(Saved data entries)
—————

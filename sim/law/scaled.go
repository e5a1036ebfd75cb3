package law

import "math"

// Scaled is a law with every energy multiplied by By > 0.
type Scaled struct {
	Law Law
	By  float64
}

func (p Scaled) Density(eps float64) float64    { return p.Law.Density(eps/p.By) / p.By }
func (p Scaled) Cumulative(eps float64) float64 { return p.Law.Cumulative(eps / p.By) }
func (p Scaled) Quantile(u float64) float64     { return float64(p.By * p.Law.Quantile(u)) }
func (p Scaled) Support() (low, high float64) {
	low, high = p.Law.Support()
	return low * p.By, high * p.By
}

func (p Scaled) Mean() float64 { return p.By * p.Law.Mean() }

func (p Scaled) Edge() Edge {
	e := p.Law.Edge()
	e.Scale *= math.Pow(p.By, -e.Theta-1)
	e.Below *= p.By
	return e
}

// Knots are those of the law, scaled.
func (p Scaled) Knots() []float64 {
	var out []float64
	if pieced, ok := p.Law.(Pieced); ok {
		for _, k := range pieced.Knots() {
			out = append(out, k*p.By)
		}
	}
	return out
}
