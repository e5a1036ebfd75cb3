// Package law holds the distributions of energies a network's members are drawn from.
//
// An energy eps >= 0 belongs to every member; its fitness is exp(-sharpness*eps). The ground level is eps = 0.
package law

// A Law is a distribution of energies.
type Law interface {
	// Density returns p(eps), 0 outside the support. Laws of levels return 0 everywhere and implement Leveled.
	Density(eps float64) float64
	// Cumulative returns P(energy <= eps).
	Cumulative(eps float64) float64
	// Quantile returns the energy below which a share u of the members lies, 0 < u < 1; increasing in u, the same bits on
	// every machine. Energies are drawn as Quantile of a keyed uniform.
	Quantile(u float64) float64
	// Support returns the least and the largest energy; either may be infinite.
	Support() (low, high float64)
	// Mean returns the mean energy.
	Mean() float64
	// Edge describes the density at the ground level.
	Edge() Edge
}

// An Edge is the leading term p(eps) ~ Scale * eps^Theta as eps -> 0, and the mass of an atom at the ground level. Below
// an energy of Below, where it is not 0, the leading term alone is right to rounding.
type Edge struct {
	Theta, Scale, Atom, Below float64
}

// A Leveled law is discrete: members share a few energies.
type Leveled interface {
	Levels() (energy, weight []float64)
}

// An Often is a law whose density is asked for often: Densities returns its Density with everything computed once that does not depend on the energy.
type Often interface {
	Densities() func(eps float64) float64
}

// Quantiles replaces each share by its Quantile.
func Quantiles(l Law, u []float64) {
	if many, ok := l.(interface{ quantiles(u []float64) }); ok { // without a call for each
		many.quantiles(u)
		return
	}
	for i, x := range u {
		u[i] = l.Quantile(x)
	}
}
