package law

import (
	"math"

	"preponder/sim/internal/exact"
)

// quantile solves cumulative(x) = u for x > 0 by Newton's method in ln x, kept between bounds by bisection.
// Relative error about 1e-13; a fixed sequence of operations, so the same bits on every machine.
func quantile(u float64, cumulative, density func(float64) float64, start float64) float64 {
	low, high := math.Inf(-1), math.Inf(1)
	y := exact.Log(math.Max(start, 1e-300))
	for range 200 {
		x := exact.Exp(y)
		miss := cumulative(x) - u
		if miss > 0 {
			high = y
		} else {
			low = y
		}
		slope := float64(density(x) * x)
		next := y - miss/slope
		if !(next > low && next < high) || math.Abs(next-y) > 3 {
			switch {
			case math.IsInf(low, -1):
				next = y - 2
			case math.IsInf(high, 1):
				next = y + 2
			default:
				next = (low + high) / 2
			}
		}
		if math.Abs(next-y) < 1e-13 {
			return exact.Exp(next)
		}
		y = next
	}
	return exact.Exp(y)
}
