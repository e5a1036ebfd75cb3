package main

import (
	"bytes"
	"compress/gzip"
	"encoding/json"
	"errors"
	"os"
	"os/exec"
	"path/filepath"
	"strings"
	"testing"

	"preponder/sim/internal/near"
)

func answer(t *testing.T, in string, args ...string) (string, error) {
	t.Helper()
	var out bytes.Buffer
	err := run(args, strings.NewReader(in), &out)
	return out.String(), err
}

func TestWalkThrough(t *testing.T) {
	dir := t.TempDir()
	file := func(name, text string) string {
		path := filepath.Join(dir, name)
		if err := os.WriteFile(path, []byte(text), 0o644); err != nil {
			t.Fatal(err)
		}
		return path
	}
	must := func(args ...string) string {
		t.Helper()
		out, err := answer(t, "", args...)
		if err != nil {
			t.Fatalf("%v: %v", args, err)
		}
		return out
	}
	log := file("larkmoor.csv", must("sample"))
	// Packed by gzip (RFC 1952) it says the same; cut off it is refused.
	var packed bytes.Buffer
	z := gzip.NewWriter(&packed)
	if _, err := z.Write([]byte(must("sample"))); err != nil || z.Close() != nil {
		t.Fatal(err)
	}
	if must("read", file("larkmoor.csv.gz", packed.String())) != must("read", log) {
		t.Error("packed, the log says otherwise")
	}
	if _, err := answer(t, "", "read", file("cut.gz", packed.String()[:packed.Len()/2])); err == nil || !strings.Contains(err.Error(), "cannot be unpacked") {
		t.Errorf("a file cut off: %v", err)
	}
	read := map[string]any{}
	if err := json.Unmarshal([]byte(must("read", log, "--map", "source=source,target=3")), &read); err != nil {
		t.Fatal(err)
	}
	if read["verdict"] != "condensate" || read["members"] != 5000.0 {
		t.Errorf("the sample reads as %v with %v members", read["verdict"], read["members"])
	}
	book := file("book.json", must("read", log, "--condensed"))
	whole := must("outlook", book, "--runs", "0-9")
	a, b := file("a.json", must("outlook", book, "--runs", "0-3", "--partial")), file("b.json", must("outlook", "--partial", "--runs", "4-9", book))
	if must("gather", b, a) != whole {
		t.Error("two parts gathered give another answer than one run")
	}
	grown := filepath.Join(dir, "grown.csv")
	must("grow", file("one.json", `{"casebook":1,"entries":[{"growth":{"members":50}}]}`), "--log", grown)
	if lines, err := os.ReadFile(grown); err != nil || strings.Count(string(lines), "\n") != 99 {
		t.Errorf("the log of 50 members has %d lines, %v", strings.Count(string(lines), "\n"), err)
	}
}

// What the command writes is read by networkx and igraph (Debian's python3-networkx and python3-igraph), and agrees.
func TestExportsAreRead(t *testing.T) {
	python := near.Python(t, "networkx, igraph")
	dir := t.TempDir()
	file := func(name string) string { return filepath.Join(dir, name) }
	_, err := answer(t, `{"casebook":1,"entries":[{"sharpness":2,"growth":{"members":3000,"links":3}}]}`, "grow", "-", "--graphml", file("a.graphml"), "--log", file("a.csv"), "--degrees", file("d.csv"))
	if err != nil {
		t.Fatal(err)
	}
	out, err := exec.Command(python, "testdata/graph.py", file("a.graphml"), file("a.csv"), file("d.csv")).CombinedOutput()
	if err != nil {
		t.Fatalf("%v: %s", err, out)
	}
	want := `{"networkx": [3000, 8997, true], "igraph": [3000, 8997, true], "csv": [3000, 8997], "degrees agree": true, "edges agree": true, "energies agree": true}`
	if string(out) != want {
		t.Errorf("%s, want %s", out, want)
	}
}

func TestVary(t *testing.T) {
	out, err := answer(t, `{"casebook":1,"entries":[{"sharpness":3}]}`, "solve", "-", "--vary", "theta=0.5:2:0.5")
	if err != nil {
		t.Fatal(err)
	}
	lines := strings.Split(strings.TrimSpace(out), "\r\n")
	if len(lines) != 5 || !strings.HasPrefix(lines[0], "theta,regime,groundIntegral,") || !strings.HasPrefix(lines[2], "1,condensate,0.32029014638202") {
		t.Errorf("%q", lines)
	}
	// A row is what solve says of the same case.
	one, err := answer(t, `{"casebook":1,"entries":[{"sharpness":3,"law":{"family":"power","theta":0.5}}]}`, "solve", "-")
	if err != nil {
		t.Fatal(err)
	}
	if i := strings.Split(lines[1], ",")[2]; !strings.Contains(one, `"groundIntegral": `+i) {
		t.Errorf("ground integral %s is not that of solve", i)
	}
}

func TestMisuseAndBadInput(t *testing.T) {
	for _, c := range []struct {
		args   []string
		in     string
		misuse bool
		says   string
	}{
		{nil, "", true, "say what to do"},
		{[]string{"fly"}, "", true, `"fly"`},
		{[]string{"solve"}, "", true, "name one file"},
		{[]string{"solve", "-", "--wrong"}, "", true, "-wrong"},
		{[]string{"outlook", "-", "--runs", "many"}, "{}", true, "--runs"},
		{[]string{"gather"}, "", true, "parts"},
		{[]string{"solve", "-", "--vary", "sharpness"}, "{}", true, "--vary takes"},
		{[]string{"solve", "-", "--vary", "sharpness=0:1:0"}, "{}", true, "by a step above 0"},
		{[]string{"solve", "-", "--vary", "sharpness=0:1:1e-9"}, "{}", true, "more than 100000 rows"},
		{[]string{"solve", "-", "--vary", "wind=0:1:1"}, `{"casebook":1,"entries":[{}]}`, false, `no field "wind"`},
		{[]string{"solve", "-", "--vary", "theta=-2:1:1"}, `{"casebook":1,"entries":[{}]}`, false, "theta of the power law is -2"},
		{[]string{"solve", "-"}, "{}", false, "not a casebook"},
		{[]string{"solve", "-"}, "hello", false, "not a Preponder code"},
		{[]string{"solve", "-", "--entry", "4"}, `{"casebook":1,"entries":[{}]}`, false, "There is no entry 4"},
		{[]string{"read", "-"}, "", false, "The file is empty"},
		{[]string{"read", "-", "--map", "source=x"}, "a,b\n1,2\n", false, `no column "x"`},
		{[]string{"solve", "nowhere.json"}, "", false, "nowhere.json"},
	} {
		_, err := answer(t, c.in, c.args...)
		if err == nil || errors.Is(err, errUsage) != c.misuse || !strings.Contains(err.Error(), c.says) {
			t.Errorf("%v: %v", c.args, err)
		}
	}
}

—————

Work instruction: If a line of the entries above holds the word "than", count it; report only how many such lines there are.

Result of the task: 2